• _Exercise prompt_
Print the records below from the first line through the line containing "Kind = kind;", both included, word for word.

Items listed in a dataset
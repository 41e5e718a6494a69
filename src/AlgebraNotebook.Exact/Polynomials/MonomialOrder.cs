using AlgebraNotebook.Exact.Symbols;

namespace AlgebraNotebook.Exact.Polynomials;

/// <summary>The kind of a monomial order.</summary>
public enum MonomialOrderKind
{
    /// <summary>Lexicographic: compare exponents of the highest-ranked symbol first.</summary>
    Lexicographic,

    /// <summary>Total degree first, ties broken lexicographically.</summary>
    GradedLexicographic,

    /// <summary>Total degree first, ties broken by the smaller exponent of the lowest-ranked symbol winning (grevlex).</summary>
    GradedReverseLexicographic,
}

/// <summary>
/// A monomial order: a kind plus a ranking of symbols. Symbols listed in the ranking come first, in the given order;
/// any other symbol ranks below them, by <see cref="Symbol.Id"/> (first use). Compare returns a positive number when the
/// first monomial is larger.
/// </summary>
public sealed class MonomialOrder : IComparer<Monomial>
{
    private readonly Dictionary<Symbol, int> _rank;

    /// <summary>Creates an order of the given kind with an explicit ranking (highest first).</summary>
    public MonomialOrder(MonomialOrderKind kind, IEnumerable<Symbol>? ranking = null)
    {
        Kind = kind;
        Ranking = (ranking ?? []).Distinct().ToArray();
        _rank = new Dictionary<Symbol, int>();
        for (var k = 0; k < Ranking.Count; k++)
        {
            _rank[Ranking[k]] = k;
        }
    }

    /// <summary>The default order used for display and canonical term order: graded reverse lexicographic by first use.</summary>
    public static MonomialOrder Default { get; } = new(MonomialOrderKind.GradedReverseLexicographic);

    /// <summary>The kind of order.</summary>
    public MonomialOrderKind Kind { get; }

    /// <summary>Explicitly ranked symbols, highest first.</summary>
    public IReadOnlyList<Symbol> Ranking { get; }

    /// <summary>Compares two symbols by rank: positive when <paramref name="a"/> ranks higher.</summary>
    public int CompareSymbols(Symbol a, Symbol b)
    {
        if (ReferenceEquals(a, b))
        {
            return 0;
        }

        var ra = _rank.TryGetValue(a, out var x) ? x : int.MaxValue;
        var rb = _rank.TryGetValue(b, out var y) ? y : int.MaxValue;
        if (ra != rb)
        {
            return rb.CompareTo(ra);
        }

        return b.Id.CompareTo(a.Id);
    }

    /// <inheritdoc />
    public int Compare(Monomial? x, Monomial? y)
    {
        ArgumentNullException.ThrowIfNull(x);
        ArgumentNullException.ThrowIfNull(y);
        if (ReferenceEquals(x, y))
        {
            return 0;
        }

        if (Kind != MonomialOrderKind.Lexicographic && x.TotalDegree != y.TotalDegree)
        {
            return x.TotalDegree.CompareTo(y.TotalDegree);
        }

        // Walk the symbols of both monomials from highest rank (lex) or lowest rank (grevlex).
        var symbols = x.Factors.Select(f => f.Symbol).Union(y.Factors.Select(f => f.Symbol)).ToList();
        symbols.Sort((a, b) => CompareSymbols(b, a)); // highest rank first
        if (Kind == MonomialOrderKind.GradedReverseLexicographic)
        {
            for (var k = symbols.Count - 1; k >= 0; k--)
            {
                var d = x.ExponentOf(symbols[k]) - y.ExponentOf(symbols[k]);
                if (d != 0)
                {
                    return d < 0 ? 1 : -1;
                }
            }

            return 0;
        }

        foreach (var symbol in symbols)
        {
            var d = x.ExponentOf(symbol) - y.ExponentOf(symbol);
            if (d != 0)
            {
                return d;
            }
        }

        return 0;
    }

    /// <inheritdoc />
    public override string ToString()
    {
        var kind = Kind switch
        {
            MonomialOrderKind.Lexicographic => "lexicographic",
            MonomialOrderKind.GradedLexicographic => "graded lexicographic",
            _ => "graded reverse lexicographic",
        };
        return Ranking.Count == 0 ? $"{kind} (symbols ranked by first use)" : $"{kind} with {string.Join(" > ", Ranking)}";
    }
}
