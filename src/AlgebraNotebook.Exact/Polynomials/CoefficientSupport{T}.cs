using System.Numerics;
using AlgebraNotebook.Exact.Scalars;

namespace AlgebraNotebook.Exact.Polynomials;

/// <summary>
/// The few coefficient-type facts that polynomial parsing, printing and content normalisation need beyond
/// <see cref="IFieldElement{T}"/>: whether the imaginary unit exists, how to split a coefficient into rational
/// components, and how to print one inside a product. Written once here, switched on the coefficient type.
/// </summary>
internal static class CoefficientSupport<T>
    where T : IFieldElement<T>
{
    /// <summary>True when the coefficient field contains i (the Gaussian rationals).</summary>
    public static readonly bool HasImaginaryUnit = typeof(T) == typeof(GaussianRational);

    /// <summary>A short name of the coefficient field for messages.</summary>
    public static string FieldName =>
        typeof(T) == typeof(Rational) ? "Rational" : typeof(T) == typeof(GaussianRational) ? "GaussianRational" : typeof(T).Name;

    /// <summary>The imaginary unit; only valid when <see cref="HasImaginaryUnit"/>.</summary>
    public static T ImaginaryUnit => HasImaginaryUnit
        ? (T)(object)GaussianRational.I
        : throw new InvalidOperationException($"{FieldName} has no imaginary unit.");

    /// <summary>
    /// The rational components of a coefficient (one for Rational, real and imaginary part for GaussianRational),
    /// or null for a coefficient type this helper does not know.
    /// </summary>
    public static Rational[]? RationalParts(T value)
    {
        if (value is Rational r)
        {
            return [r];
        }

        if (value is GaussianRational g)
        {
            return [g.Real, g.Imaginary];
        }

        return null;
    }

    /// <summary>
    /// Size of the largest coefficient of <paramref name="coefficients"/> in bits, numerators and denominators of every
    /// rational component together (so 1 counts 2 bits over Q and 3 over Q(i)); at least 2. For a coefficient type
    /// without rational components (<see cref="RationalParts"/> null) the answer is 2: its size is taken not to grow.
    /// </summary>
    public static long LargestBits(IEnumerable<T> coefficients)
    {
        long largest = 2;
        foreach (var coefficient in coefficients)
        {
            var parts = RationalParts(coefficient);
            if (parts is null)
            {
                return largest;
            }

            long bits = 0;
            foreach (var part in parts)
            {
                // Magnitudes: GetBitLength of a negative number counts two's-complement bits, 0 for -1, so -1/2 would
                // have looked like 1 and (-1/2)^2147483647 would have been admitted as free.
                bits += BigInteger.Abs(part.Numerator).GetBitLength() + part.Denominator.GetBitLength();
            }

            largest = Math.Max(largest, bits);
        }

        return largest;
    }

    /// <summary>Bits of the coefficient 1 as <see cref="LargestBits"/> counts them.</summary>
    public static long OneBits { get; } = LargestBits([T.One]);

    /// <summary>
    /// Splits a coefficient for printing in a sum: <c>Negative</c> says whether to print a minus sign in front of
    /// <c>Magnitude</c>; <c>IsUnit</c> says the magnitude is 1 (and may be left out before a monomial).
    /// Coefficients that are themselves sums (1 - 2*i) come back parenthesised and non-negative.
    /// </summary>
    public static (bool Negative, string Magnitude, bool IsUnit) Split(T value)
    {
        if (value is Rational r)
        {
            return (r.Sign < 0, r.Abs().ToString(), r.Abs().IsOne);
        }

        if (value is GaussianRational g)
        {
            if (g.Imaginary.IsZero)
            {
                return (g.Real.Sign < 0, g.Real.Abs().ToString(), g.Real.Abs().IsOne);
            }

            if (g.Real.IsZero)
            {
                var size = g.Imaginary.Abs();
                return (g.Imaginary.Sign < 0, size.IsOne ? "i" : $"{size}*i", false);
            }

            var imaginary = g.Imaginary.Abs().IsOne ? "i" : $"{g.Imaginary.Abs()}*i";
            return (false, $"({g.Real} {(g.Imaginary.Sign < 0 ? "-" : "+")} {imaginary})", false);
        }

        var text = value.ToString() ?? string.Empty;
        if (value.IsOne)
        {
            return (false, "1", true);
        }

        if ((-value).IsOne)
        {
            return (true, "1", true);
        }

        var compound = text.Length > 1 && (text.IndexOf(" + ", 1, StringComparison.Ordinal) >= 0 || text.IndexOf(" - ", 1, StringComparison.Ordinal) >= 0);
        if (compound)
        {
            return (false, $"({text})", false);
        }

        return text.StartsWith('-') ? (true, text[1..], false) : (false, text, false);
    }

    /// <summary>Converts an integer exponent count to a coefficient.</summary>
    public static T FromInt(int value) => T.FromInteger(new BigInteger(value));
}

• _Answer space_
repository 41e5e718a6494a69
filename src/AlgebraNotebook.Exact/Polynomials/MonomialOrder.cs
using AlgebraNotebook.Exact.Symbols;

namespace AlgebraNotebook.Exact.Polynomials;

/// <summary>The kind of a monomial order.</summary>
public enum MonomialOrderKind
{
    /// <summary>Lexicographic: compare exponents of the highest-ranked symbol first.</summary>
    Lexicographic,

    /// <summary>Total degree first, ties broken lexicographically.</summary>
    GradedLexicographic,

    /// <summary>Total degree first, ties broken by the smaller exponent of the lowest-ranked symbol winning (grevlex).</summary>
    GradedReverseLexicographic,
}

/// <summary>
/// A monomial order: a kind plus a ranking of symbols. Symbols listed in the ranking come first, in the given order;
/// any other symbol ranks below them, by <see cref="Symbol.Id"/> (first use). Compare returns a positive number when the
/// first monomial is larger.
/// </summary>
public sealed class MonomialOrder : IComparer<Monomial>
{
    private readonly Dictionary<Symbol, int> _rank;

    /// <summary>Creates an order of the given kind with an explicit ranking (highest first).</summary>
    public MonomialOrder(MonomialOrderKind kind, IEnumerable<Symbol>? ranking = null)
    {
        Kind = kind;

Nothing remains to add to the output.